Тромб гидролизуется плазмином, который образуется из предшественика - плазминогена под действием специальных белков-активаторов (Струкова, 2002). Протеазы, обладающие плазминоподобной и активаторной к плазминогену активностями, входят в состав противосвертывающих препаратов (Zarar et al., 2014). Существующие тромболитики имеют серьезные недостатки, связанные с риском кровотечений, аллергических реакций и высокой стоимостью (Zarar et al., 2014). В связи с этим актуальным остается поиск продуцентов тромболитических (фибринолитических) ферментов, которые не будут обладать побочными негативными эффектами, или они будут минимальными, а производство препаратов станет более дешевым. Источниками протеаз с фибринолитической активностью могут быть представители различных организмов - животные, грибы, растения, бактерии (Kotb, 2014). Наиболее перспективными из них являются грибы, среди которых обнаруживают продуценты протеиназ со свойствами ферментов системы гемостаза - плазмина, т.е. плазминоподобной активностью (прямой фибринолитической) и активностью активаторной к плазминогену (катализирует превращение плазминогена в собственный плазмин крови человека) (Шаркова и др., 2015). Использование активаторов плазминогена позволяет уменьшить количество белка в лечебном препарате, повысить специфичность его действия, и, соответственно, снизить риск негативных последствий в сравнении с протеиназами с прямой фибринолитической активностью. Поэтому необходимы продуценты у которых среди фибринолитических ферментов преобладают протеиназы - активаторы к плазминогену.

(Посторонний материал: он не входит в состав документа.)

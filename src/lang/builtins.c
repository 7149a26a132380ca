/* Builtin functions of the language: exp, binomial, numer, denom, decimal,
   real, dim. */
#include <stdlib.h>
#include <string.h>

#include "builtins.h"
#include "real_ops.h"
#include "real_funcs.h"
#include "theta_lang.h"
#include "diag.h"
#include "series_ops.h"
#include "util.h"
#include "value_str.h"
#include "eval.h"

static value *builtin_fail(const node *at, const char *msg)
{
    diag_error(&at->loc, "%s", msg);
    return NULL;
}

value *builtin_fail_at(const node *call, int i, const char *msg)
{
    return builtin_fail(i >= 0 && i < call->list->len ? call->list->items[i] : call, msg);
}

slong builtin_get_var(interp *I, const node *call, value **args, int i)
{
    const value *v = args[i];
    if (v->kind == V_NUM && fmpq_mpoly_length(v->num, I->ring.ctx) == 1)
        for (slong k = 0; k < I->ring.nvars; k++)
            if (fmpq_mpoly_is_gen(v->num, k, I->ring.ctx))
                return k;
    builtin_fail_at(call, i, "expected a formal variable declared with var");
    return -1;
}

static value *builtin_exp(interp *I, const node *call, value **args)
{
    if (args[0]->kind == V_CLASS)
        return value_new_class(cx_exp(value_to_class(args[0]), call), &I->ring);
    if (args[0]->kind == V_SERIES) {
        if (!series_size_ok(I, call, "this exp", SERIES_COST_EXP, args[0]->ser, NULL, args[0]->ser->order, 0))
            return NULL;
        value *r = value_new_series(args[0]->ser->var, args[0]->ser->order, &I->ring);
        int rc = tseries_exp(r->ser, args[0]->ser, I->ring.ctx);
        if (rc == TS_OK)
            return r;
        value_release(r);
        series_report(call, rc, "exp");
        return NULL;
    }
    if (real_applies(I, args[0]))
        return real_unary(I, call, RF_EXP, args[0]);
    if (args[0]->kind != V_NUM) {
        char *msg = xasprintf("exp() takes a class expression, a power series or a number, got a %s",
                              value_kind_name(args[0]));
        builtin_fail(call->list->items[0], msg);
        free(msg);
        return NULL;
    }
    return builtin_fail(call, "exp() of a polynomial in formal variables has no value here (substitute numbers "
                              "first with subs, or make it a series with series(P, x, N))");
}

/* What argument v is, for "expected an integer, got ...": the number
   itself when it is short, else its kind. The caller frees it. */
static char *builtin_describe(interp *I, const value *v)
{
    if (v->kind == V_NUM) {
        char *t = value_get_str(v, &I->ring);
        if (strlen(t) <= 30)
            return t;
        free(t);
        return xstrdup(scalar_is_pi_only(v->num, &I->ring) ? "a long number" : "a polynomial");
    }
    return xasprintf("a %s", value_kind_name(v));
}

/* Why the integer q is outside [lo, hi]; an integer too large to show is
   named by its size. The caller frees the message. */
static char *builtin_range_problem(const fmpz_t q, slong lo, slong hi)
{
    if (fmpz_fits_si(q))
        return xasprintf("expected an integer between %ld and %ld here", (long)lo, (long)hi);
    return xasprintf("this integer (about %s10^%ld) is too %s here: expected an integer between %ld and %ld",
                     fmpz_sgn(q) < 0 ? "-" : "", (long)fmpz_sizeinbase(q, 10) - 1,
                     fmpz_sgn(q) > 0 ? "large" : "small", (long)lo, (long)hi);
}

/* Reads argument i as a slong within [lo, hi]. */
int builtin_get_slong(interp *I, const node *call, value **args, int i, slong lo, slong hi, slong *out)
{
    const node *at = call->list->items[i];
    fmpq_t q;
    fmpq_init(q);
    char *msg = NULL;
    if (args[i]->kind != V_NUM || !scalar_get_fmpq(q, args[i]->num, &I->ring) || !fmpz_is_one(fmpq_denref(q))) {
        char *what = builtin_describe(I, args[i]);
        msg = xasprintf("expected an integer here, got %s", what);
        free(what);
    } else if (fmpz_cmp_si(fmpq_numref(q), lo) < 0 || fmpz_cmp_si(fmpq_numref(q), hi) > 0) {
        msg = builtin_range_problem(fmpq_numref(q), lo, hi);
    } else {
        *out = fmpz_get_si(fmpq_numref(q));
    }
    fmpq_clear(q);
    if (msg)
        builtin_fail(at, msg);
    free(msg);
    return msg == NULL;
}

static value *builtin_binomial(interp *I, const node *call, value **args)
{
    slong n, k;
    if (!builtin_get_slong(I, call, args, 0, -1000000000, 1000000000, &n)
        || !builtin_get_slong(I, call, args, 1, -1000000000, 1000000000, &k))
        return NULL;
    if (k > 1000000)
        return builtin_fail(call->list->items[1], "binomial(n, k) is limited to k <= 1000000");
    /* binomial(n, k) = n (n-1) ... (n-k+1) / k!; for n < 0 it is
       (-1)^k binomial(k-n-1, k) */
    fmpz_t r;
    fmpz_init(r);
    if (k >= 0 && (n < 0 || k <= n)) {
        /* top = n, or k-n-1 for negative n; binomial = rising factorial / k!,
           both by binary splitting, which stays fast for huge arguments */
        ulong top = n >= 0 ? (ulong)n : (ulong)(k - n - 1);
        fmpz_t f;
        fmpz_init(f);
        fmpz_rfac_uiui(r, top - (ulong)k + 1, (ulong)k);
        fmpz_fac_ui(f, (ulong)k);
        fmpz_divexact(r, r, f);
        fmpz_clear(f);
        if (n < 0 && k % 2)
            fmpz_neg(r, r);
    }
    value *v = value_new_num(&I->ring);
    fmpq_mpoly_set_fmpz(v->num, r, I->ring.ctx);
    fmpz_clear(r);
    return v;
}

static value *builtin_part(interp *I, const node *call, value *arg, int numer)
{
    fmpq_t q;
    fmpq_init(q);
    value *v = NULL;
    if (arg->kind == V_NUM && scalar_get_fmpq(q, arg->num, &I->ring)) {
        v = value_new_num(&I->ring);
        fmpq_mpoly_set_fmpz(v->num, numer ? fmpq_numref(q) : fmpq_denref(q), I->ring.ctx);
    } else {
        builtin_fail(call, "numer() and denom() take a rational number");
    }
    fmpq_clear(q);
    return v;
}

static value *builtin_numer(interp *I, const node *call, value **args)
{
    return builtin_part(I, call, args[0], 1);
}

static value *builtin_denom(interp *I, const node *call, value **args)
{
    return builtin_part(I, call, args[0], 0);
}

/* real(x, digits): a certified ball for x, to continue numerically. */
static value *builtin_real(interp *I, const node *call, value **args)
{
    slong digits;
    if (!builtin_get_slong(I, call, args, 1, 1, OUT_MAX_DIGITS, &digits))
        return NULL;
    return real_from_exact(I, call->list->items[0], args[0], digits);
}

/* decimal(x, digits): x to the given number of correct significant digits. */
static value *builtin_decimal(interp *I, const node *call, value **args)
{
    slong digits;
    if (args[0]->kind == V_REAL) {
        if (!builtin_get_slong(I, call, args, 1, 1, OUT_MAX_DIGITS, &digits))
            return NULL;
        if (!arb_is_exact(args[0]->re) && arb_rel_accuracy_bits(args[0]->re) < (slong)(digits * 3.3219280948873623))
            return builtin_fail(call, "this real is not known to that many digits (make it with more digits)");
        char *t = arb_get_str(args[0]->re, digits, ARB_STR_NO_RADIUS);
        value *r = value_new_str(xstrdup(t), &I->ring);
        flint_free(t);
        return r;
    }
    if (args[0]->kind != V_NUM || !scalar_is_pi_only(args[0]->num, &I->ring))
        return builtin_fail(call->list->items[0], "decimal() needs a number (pi allowed, no formal variables)");
    if (!builtin_get_slong(I, call, args, 1, 1, OUT_MAX_DIGITS, &digits))
        return NULL;
    return value_new_str(out_decimal(args[0]->num, &I->ring, digits, 0), &I->ring);
}

/* dim(g, n) = 3g-3+n, the dimension of Mbar_{g,n} (stable spaces only). */
static value *builtin_dim(interp *I, const node *call, value **args)
{
    slong g, n;
    if (!builtin_get_slong(I, call, args, 0, 0, WORD(1) << 40, &g)
        || !builtin_get_slong(I, call, args, 1, 0, WORD(1) << 40, &n))
        return NULL;
    if (2 * g - 2 + n <= 0) {
        char *msg = xasprintf("Mbar_{%ld,%ld} is not a stable moduli space (needs 2g-2+n > 0), so it has no "
                              "dimension here", (long)g, (long)n);
        builtin_fail(call, msg);
        free(msg);
        return NULL;
    }
    return value_new_si(&I->ring, 3 * g - 3 + n);
}

const builtin builtins_core[] = {
    {"exp", 1, builtin_exp, "exp(C) for a class expression C"},
    {"binomial", 2, builtin_binomial, "binomial(n, k)"},
    {"numer", 1, builtin_numer, "numer(q)"},
    {"denom", 1, builtin_denom, "denom(q)"},
    {"decimal", 2, builtin_decimal, "decimal(x, digits)"},
    {"real", 2, builtin_real, "real(x, digits): x as a certified real with that many correct digits"},
    {"dim", 2, builtin_dim, "dim(g, n) = 3g-3+n, the dimension of Mbar_{g,n}"},
    {"supervolume", 2, theta_builtin_supervolume, "supervolume(g, n): V^Theta_{g,n}(L_1..L_n)"},
    {NULL, 0, NULL, NULL},
};

static const builtin *builtin_find(const char *name)
{
    const builtin *tables[] = {builtins_core,    builtins_series, builtins_toolkit_factorial,
                               builtins_toolkit, builtins_spectral, builtins_strata,
                               builtins_real,    builtins_subs};
    for (size_t t = 0; t < sizeof tables / sizeof tables[0]; t++)
        for (const builtin *b = tables[t]; b->name; b++)
            if (strcmp(b->name, name) == 0)
                return b;
    return NULL;
}

int builtin_call(interp *I, scope *s, const node *call, value **result)
{
    const builtin *b = builtin_find(call->text);
    if (!b)
        return 0;
    *result = NULL;
    if (call->list->len != b->nargs) {
        char *msg = xasprintf("'%s' takes %d argument%s, got %d (usage: %s)", b->name, b->nargs,
                              b->nargs == 1 ? "" : "s", call->list->len, b->usage);
        builtin_fail(call, msg);
        free(msg);
        return 1;
    }
    value *args[4] = {NULL, NULL, NULL, NULL};
    int i;
    for (i = 0; i < b->nargs; i++)
        if (!(args[i] = eval_expr(I, s, call->list->items[i])))
            break;
    if (i == b->nargs)
        *result = b->fn(I, call, args);
    for (int j = 0; j < b->nargs; j++)
        value_release(args[j]);
    return 1;
}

Известны штаммы Aspergillus ustus 1 и Aspergillus ochraceus L-1, которые обладают фибринолитической активностью. Эти штаммы имеют серьезный недостаток - наличие высокой коллагенолитической активности, которая может вызвать снижение прочности или разрушение стенок кровеносных сосудов, что ведет к кровотечениям (Осмоловский и др., 2016).

Известен штамм Aspergillus ochraceus BKM F-4104D, продуцирующий протеиназы с активностью в отношении фибрина и фибриногена (Патент РФ 2664468). Недостатком этого штамма является отсутствие активаторной к плазминогену активности.

Известны продуценты фибринолитических ферментов штамм Trichotecium roseum Д (Евразийский патент №002561) и штаммы Arthrobotrys longa 1, 2, ВКПМ F-942 (Авторское свидетельство СССР 745943, Патент РФ 2332450, Шаркова и др., 2016). Они синтезируют комплекс внеклеточных протеиназ с фибринолитической, активаторной к плазминогену активностями, а также проявляют побочные казеинолититическую и эстеразную активность (Андреенко и др., 1983). Недостатками этих штаммов-продуцентов Trichotecium roseum и Arthrobotrys longa является многокомпонентность их протеиназ (экскретируют 5 и 6 белковых фракций, соответственно), широкий спектр действия (побочная казеинолититическая и эстеразная активности), и значительное (в 2-3,5 раза) преобладание прямой плазминодоподобной активности над активаторной к плазминогену.

Ближайшим аналогом является штамм микроскопического гриба Tolypocladium inflatum k1. Он наиболее близок к новому штамму по таксономическому положению, образует менее сложный комплекс протеиназ (два основных компонента) и проявляет активаторную к плазминогену активность сопоставимую с плазминоподобной (Шаркова и др., 2015; Шаркова и др., 2016). Недостатком штамма является необходимость длительного культивирования (5 суток), нестабильность роста и активности, в частности уровень активаторной к плазминогену активности в сравнении с плазминоподобной активностью часто много ниже (Шаркова и др., 2015).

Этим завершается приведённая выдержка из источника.